**To do**
Below are entries; output exactly the lines from the one with "export interface CallOptions" to the one with "export function apiUrl(path: string, query: Query", both included, and nothing else.

[[ Material provided open ]]

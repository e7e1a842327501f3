import type { Consent, Grant, GrantList, NewGrant, Offer, OfferList } from '../../shared/api/grant.ts';
import { api } from './client.ts';

const at = (id: string): string => `/api/properties/${encodeURIComponent(id)}`;
const one = (id: string): string => `/api/grants/${encodeURIComponent(id)}`;

export const listGrants = (propertyId: string, signal?: AbortSignal) =>
  api.get<GrantList>(`${at(propertyId)}/grants`, { signal });
export const giveGrant = (propertyId: string, grant: NewGrant) => api.post<Grant>(`${at(propertyId)}/grants`, grant);
export const withdrawGrant = (propertyId: string, grantId: string) =>
  api.delete(`${at(propertyId)}/grants/${encodeURIComponent(grantId)}`);
export const putConsent = (propertyId: string, consent: Consent) =>
  api.put<Consent>(`${at(propertyId)}/consent`, consent);
/** What was given to the person who is signed in, and waits for an answer. */
export const listOffers = (signal?: AbortSignal) => api.get<OfferList>('/api/grants', { signal });
export const acceptGrant = (grantId: string) => api.post<Offer>(`${one(grantId)}/accept`, {});
export const declineGrant = (grantId: string) => api.delete(one(grantId));
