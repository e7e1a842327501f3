import type { LogAnswer, LogList } from '../../shared/api/log.ts';
import type { ColumnPlan, Inspection } from '../../shared/api/plan.ts';
import { api, fetchBlob, upload } from './client.ts';

const ofProperty = (id: string): string => `/api/properties/${encodeURIComponent(id)}/logs`;
const ofLog = (id: string): string => `/api/logs/${encodeURIComponent(id)}`;

function form(file: File, plan?: ColumnPlan | null): FormData {
  const data = new FormData();
  if (plan) data.append('plan', JSON.stringify(plan));
  data.append('file', file, file.name);
  return data;
}

type Progress = (share: number) => void;

export const listLogs = (propertyId: string, signal?: AbortSignal) =>
  api.get<LogList>(ofProperty(propertyId), { signal });
/** How a file would be read; the server keeps nothing of it. */
export const inspectLog = (
  propertyId: string,
  file: File,
  plan?: ColumnPlan | null,
  progress?: Progress,
  signal?: AbortSignal,
) => upload<Inspection>(`${ofProperty(propertyId)}/inspect`, form(file, plan), progress, signal);
/** Sends a log; status 202 for a new one, 200 with `same` for one that is there. */
export const sendLog = (
  propertyId: string,
  file: File,
  plan?: ColumnPlan | null,
  progress?: Progress,
  signal?: AbortSignal,
) => upload<LogAnswer>(ofProperty(propertyId), form(file, plan), progress, signal);
/** @param wait seconds to hold the answer until the log's state changes */
export const readLog = (id: string, wait?: number, signal?: AbortSignal) =>
  api.get<LogAnswer>(ofLog(id), { query: { wait }, signal });
export const putPlan = (id: string, plan: ColumnPlan) => api.put<LogAnswer>(`${ofLog(id)}/plan`, { plan });
export const withdrawLog = (id: string) => api.delete(ofLog(id));
export const rejectedHref = (id: string): string => `${ofLog(id)}/rejected.csv`;
export const originalHref = (id: string): string => `${ofLog(id)}/original`;
/** The file as it was sent. */
export const fetchOriginal = (id: string, signal?: AbortSignal) => fetchBlob(originalHref(id), signal);
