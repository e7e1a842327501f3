import type {
  DatedSystem,
  DatedTariff,
  NewProperty,
  Property,
  PropertyList,
  PropertyPatch,
} from '../../shared/api/property.ts';
import { api } from './client.ts';

const at = (id: string): string => `/api/properties/${encodeURIComponent(id)}`;

export const listProperties = (signal?: AbortSignal) => api.get<PropertyList>('/api/properties', { signal });
export const readProperty = (id: string, signal?: AbortSignal) => api.get<Property>(at(id), { signal });
export const addProperty = (body: NewProperty) => api.post<Property>('/api/properties', body);
export const changeProperty = (id: string, patch: PropertyPatch) => api.patch<Property>(at(id), patch);
export const deleteProperty = (id: string) => api.delete(at(id));
export const putSystem = (id: string, system: DatedSystem) => api.put<Property>(`${at(id)}/system`, system);
export const putTariff = (id: string, tariff: DatedTariff) => api.put<Property>(`${at(id)}/tariffs`, tariff);
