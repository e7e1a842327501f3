import type { CylinderAnswer, DaysAnswer, ReadingsAnswer } from '../../shared/api/day.ts';
import type { Channel } from '../../shared/units/channels.ts';
import { api } from './client.ts';

const at = (id: string): string => `/api/properties/${encodeURIComponent(id)}`;

/** Days from `from` to `to`, both civil dates included, 4,000 at most. */
export const readDays = (id: string, from: string, to: string, signal?: AbortSignal) =>
  api.get<DaysAnswer>(`${at(id)}/days`, { query: { from, to }, signal });

/** Readings of one channel between two instants in ms, `to` excluded. */
export const readReadings = (
  id: string,
  span: { channel: Channel; from: number; to: number; points: number },
  signal?: AbortSignal,
) =>
  api.get<ReadingsAnswer>(`${at(id)}/readings`, {
    query: {
      channel: span.channel,
      from: new Date(span.from).toISOString(),
      to: new Date(span.to).toISOString(),
      points: span.points,
    },
    signal,
  });

export const readCylinder = (id: string, signal?: AbortSignal) =>
  api.get<CylinderAnswer>(`${at(id)}/cylinder`, { signal });
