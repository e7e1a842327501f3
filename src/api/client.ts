import type { Problem } from '../../shared/api/common.ts';

/** What went wrong with a call, as the server tells it (RFC 9457) or as the network does. */
export class ApiProblem extends Error {
  /** HTTP status; 0 where no answer came. */
  readonly status: number;
  readonly type: string;
  readonly title: string;
  readonly detail: string;
  readonly errors: readonly { path: string; message: string }[];

  constructor(problem: Partial<Problem>) {
    super(problem.detail || problem.title || 'The call failed.');
    this.name = 'ApiProblem';
    this.status = problem.status ?? 0;
    this.type = problem.type ?? 'about:blank';
    this.title = problem.title ?? 'The call failed';
    this.detail = problem.detail ?? '';
    this.errors = problem.errors ?? [];
  }
}

const NO_ANSWER: Partial<Problem> = {
  status: 0,
  title: 'No answer from the server',
  detail: 'The server could not be reached. Check the connection, then try again.',
};
const NOT_UNDERSTOOD: Partial<Problem> = {
  title: 'The server gave an answer that cannot be read',
  detail: 'Something between here and the server is wrong. Try again in a minute.',
};

/** Any thrown thing as a problem that can be shown. */
export function asProblem(error: unknown): ApiProblem {
  if (error instanceof ApiProblem) return error;
  return new ApiProblem({ title: 'Something went wrong', detail: error instanceof Error ? error.message : '' });
}

export function isAbort(error: unknown): boolean {
  return error instanceof DOMException && error.name === 'AbortError';
}

let signedOut: () => void = () => {};

/** Called whenever the server answers 401 to a call that was made as a signed-in person. */
export function onSignedOut(handler: () => void): void {
  signedOut = handler;
}

type Query = Record<string, string | number | boolean | null | undefined>;

export interface CallOptions {
  query?: Query;
  signal?: AbortSignal;
  /** A 401 is this call's own business: no turn to the sign-in page. */
  quiet?: boolean;
}

/** A path of the API with its query; what is null or undefined is left out. */
export function apiUrl(path: string, query: Query = {}): string {
  const search = new URLSearchParams();
  for (const [name, value] of Object.entries(query)) if (value != null) search.set(name, String(value));
  const text = search.toString();
  return text ? `${path}?${text}` : path;
}

function problemOf(status: number, text: string): ApiProblem {
  try {
    return new ApiProblem({ ...(JSON.parse(text) as Partial<Problem>), status });
  } catch {
    return new ApiProblem({ ...NOT_UNDERSTOOD, status });
  }
}

async function call<T>(method: string, path: string, body: unknown, options: CallOptions): Promise<T> {
  const init: RequestInit = {
    method,
    credentials: 'same-origin',
    headers: { Accept: 'application/json' },
    signal: options.signal ?? null,
  };
  if (body !== undefined) {
    init.headers = { Accept: 'application/json', 'Content-Type': 'application/json' };
    init.body = JSON.stringify(body);
  }
  let response: Response;
  let text: string;
  try {
    response = await fetch(apiUrl(path, options.query), init);
    text = await response.text();
  } catch (error) {
    if (isAbort(error)) throw error;
    throw new ApiProblem(NO_ANSWER);
  }
  if (response.status === 401 && !options.quiet) signedOut();
  if (!response.ok) throw problemOf(response.status, text);
  if (text === '') return undefined as T;
  try {
    return JSON.parse(text) as T;
  } catch {
    throw new ApiProblem({ ...NOT_UNDERSTOOD, status: response.status });
  }
}

/**
 * The typed client. `T` is the shape that shared/api gives for the answer.
 * @throws ApiProblem for every answer that is no success, DOMException `AbortError` when aborted
 */
export const api = {
  get: <T>(path: string, options: CallOptions = {}) => call<T>('GET', path, undefined, options),
  post: <T>(path: string, body?: unknown, options: CallOptions = {}) => call<T>('POST', path, body, options),
  put: <T>(path: string, body?: unknown, options: CallOptions = {}) => call<T>('PUT', path, body, options),
  patch: <T>(path: string, body?: unknown, options: CallOptions = {}) => call<T>('PATCH', path, body, options),
  delete: <T = void>(path: string, options: CallOptions = {}) => call<T>('DELETE', path, undefined, options),
};

/**
 * Fetches a file.
 * @throws ApiProblem for every answer that is no success, DOMException `AbortError` when aborted
 */
export async function fetchBlob(path: string, signal?: AbortSignal): Promise<Blob> {
  let response: Response;
  try {
    response = await fetch(path, { credentials: 'same-origin', signal: signal ?? null });
    if (response.ok) return await response.blob();
  } catch (error) {
    if (isAbort(error)) throw error;
    throw new ApiProblem(NO_ANSWER);
  }
  if (response.status === 401) signedOut();
  throw problemOf(response.status, await response.text().catch(() => ''));
}

/**
 * Sends a form with a file and tells how much of it has gone; fetch cannot.
 * @param progress called with the share sent, 0 to 1
 * @returns the parsed answer and its status, so that "the same file" (200) is told from a new one (202)
 */
export function upload<T>(
  path: string,
  form: FormData,
  progress: (share: number) => void = () => {},
  signal?: AbortSignal,
): Promise<{ status: number; answer: T }> {
  return new Promise((resolve, reject) => {
    const abort = new DOMException('The upload was stopped.', 'AbortError');
    if (signal?.aborted) return reject(abort);
    const request = new XMLHttpRequest();
    request.open('POST', path);
    request.setRequestHeader('Accept', 'application/json');
    request.upload.onprogress = (event) => {
      if (event.lengthComputable && event.total > 0) progress(event.loaded / event.total);
    };
    request.onerror = () => reject(new ApiProblem(NO_ANSWER));
    request.onabort = () => reject(abort);
    request.onload = () => {
      const { status, responseText } = request;
      if (status === 401) signedOut();
      if (status < 200 || status >= 300) return reject(problemOf(status, responseText));
      try {
        resolve({ status, answer: JSON.parse(responseText) as T });
      } catch {
        reject(new ApiProblem({ ...NOT_UNDERSTOOD, status }));
      }
    };
    signal?.addEventListener('abort', () => request.abort(), { once: true });
    request.send(form);
  });
}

[[ Material provided closed ]]

**Answer box**
export interface CallOptions {
  query?: Query;
  signal?: AbortSignal;
  /** A 401 is this call's own business: no turn to the sign-in page. */
  quiet?: boolean;
}

/** A path of the API with its query; what is null or undefined is left out. */
export function apiUrl(path: string, query: Query = {}): string {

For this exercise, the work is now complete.